Speculative Execution in Hadoop

Speculative execution is an optimization technique where a computer system tries to predict the slowness the task execution and run a backup task the slowness could be caused by reasons like hardware degradation or wrong configurations. since it’s just a prediction and computer cant be sure that the task might take longer time than expected it is called speculative execution. If the prediction turns out to be wrong and the task completes before the backup task, the system reverts most changes made by the backup task and the results are ignored. if the backup task completes the fist the results from the first task is ignored.

The objective of speculative execution is to provide more concurrency if extra resources are available. This approach is employed in a variety of areas, including branch prediction in pipelined processors, value prediction for exploiting value locality, prefetching memory and files, and optimistic concurrency control in database systems.

In Hadoop, MapReduce breaks jobs into tasks and these tasks run parallel on multiple nodes, which reduces overall execution time. This model of execution can slow down the overall execution of a job if few of the task doesn’t deliver the result at the expected time. It could be really tough to be able to detect causes since the tasks still complete successfully, although more time is taken than the expected time.

Hadoop as a system doesn’t try to fix slow running tasks, instead, it tries to detect them and runs backup tasks for them. These backup tasks are called Speculative tasks in Hadoop.

How speculative execution works in Hadoop?

Firstly all the tasks for the job are launched in Hadoop MapReduce. The speculative tasks are launched for those tasks that have been running for some time (at least one minute) and have not made any much progress, on average, as compared with other tasks from the job. The speculative task is killed if the original task completes before the speculative task, on the other hand, the original task is killed if the speculative task finishes before it.

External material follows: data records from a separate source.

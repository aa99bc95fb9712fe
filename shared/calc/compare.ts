import { CalcError } from './errors';
import { fitCalibration } from './fit';
import { MODELS, type CalibrationPoint, type Fit, type ModelKind } from './fit-types';
import { sig } from './format';

export interface RankedModel {
  model: ModelKind;
  looRmse: number | null;
  fit: Fit;
}

export interface FailedModel {
  model: ModelKind;
  code: string;
  message: string;
}

export interface ModelComparison {
  /** Fitted models, best (smallest leave-one-out RMSE in original units) first. */
  ranked: RankedModel[];
  /** Models that could not be fitted, with the reason. */
  failed: FailedModel[];
  recommendation: { model: ModelKind | null; message: string };
}

/** Differences in LOO RMSE below this fraction are treated as a tie in the advice. */
const TIE = 0.05;

/**
 * Fits all four models and ranks them by leave-one-out RMSE in original units (R² is no guide here:
 * the log models' R² is on the log scale). The advice is plain words for the calibration screen.
 */
export function compareModels(points: CalibrationPoint[]): ModelComparison {
  const ranked: RankedModel[] = [];
  const failed: FailedModel[] = [];
  for (const model of MODELS) {
    try {
      const fit = fitCalibration(points, model);
      ranked.push({ model, looRmse: fit.looRmse, fit });
    } catch (e) {
      if (!(e instanceof CalcError)) throw e;
      // Input that no model accepts (empty, non-numeric) is the caller's error, not a per-model one.
      if (e.code === 'empty' || e.code === 'not_finite') throw e;
      failed.push({ model, code: e.code, message: e.message });
    }
  }
  ranked.sort((a, b) => (a.looRmse ?? Infinity) - (b.looRmse ?? Infinity));

  let recommendation: ModelComparison['recommendation'];
  const best = ranked[0];
  if (!best) {
    recommendation = { model: null, message: `No model could be fitted: ${failed[0]?.message ?? 'no usable points.'}` };
  } else if (best.looRmse === null) {
    recommendation = {
      model: null,
      message: 'Too few points to cross-validate (one point alone fixes part of each curve); add more paired samples before choosing a model.',
    };
  } else {
    const parts = [
      `The ${best.model} curve predicts left-out points best (leave-one-out RMSE ${sig(best.looRmse, 3)} in biomass units).`,
    ];
    const second = ranked[1];
    if (second?.looRmse != null) {
      const gap = (second.looRmse - best.looRmse) / best.looRmse;
      parts.push(
        gap < TIE
          ? `The ${second.model} curve is within ${Math.max(1, Math.round(gap * 100))}% of it, so either would serve; prefer the one whose shape is sensible at the shortest and tallest lengths.`
          : `The next best, ${second.model}, is ${Math.round(gap * 100)}% worse.`,
      );
    }
    if (best.model === 'quadratic') {
      const [, b = 0, c = 0] = best.fit.coefficients; // a quadratic has three
      const v = -b / (2 * c);
      if (v > best.fit.xRange[0] && v < best.fit.xRange[1]) {
        parts.push('Caution: this quadratic turns over inside the measured lengths, so it would give taller plants less biomass there.');
      }
    }
    if (best.fit.n < 30) parts.push(`With only ${best.fit.n} points, treat this as a draft calibration.`);
    recommendation = { model: best.model, message: parts.join(' ') };
  }
  return { ranked, failed, recommendation };
}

Is speculative execution beneficial?

Hadoop MapReduce Speculative execution is beneficial in some cases because in a Hadoop cluster with 100s of nodes, problems like hardware failure or network congestion are common and running parallel or duplicate task would be better since we won’t be waiting for the task in the problem to complete.

But if two duplicate tasks are launched at about same time, it will be a wastage of cluster resources

Here are the two properties to configure the use of this feature:

mapred.map.tasks.speculative.execution
mapred.reduce.tasks.speculative.execution

Or if you are using Hadoop 2.x:

mapreduce.map.speculative
mapreduce.reduce.speculative

Most time it is useful but in some scenarios disabling it will make a big difference.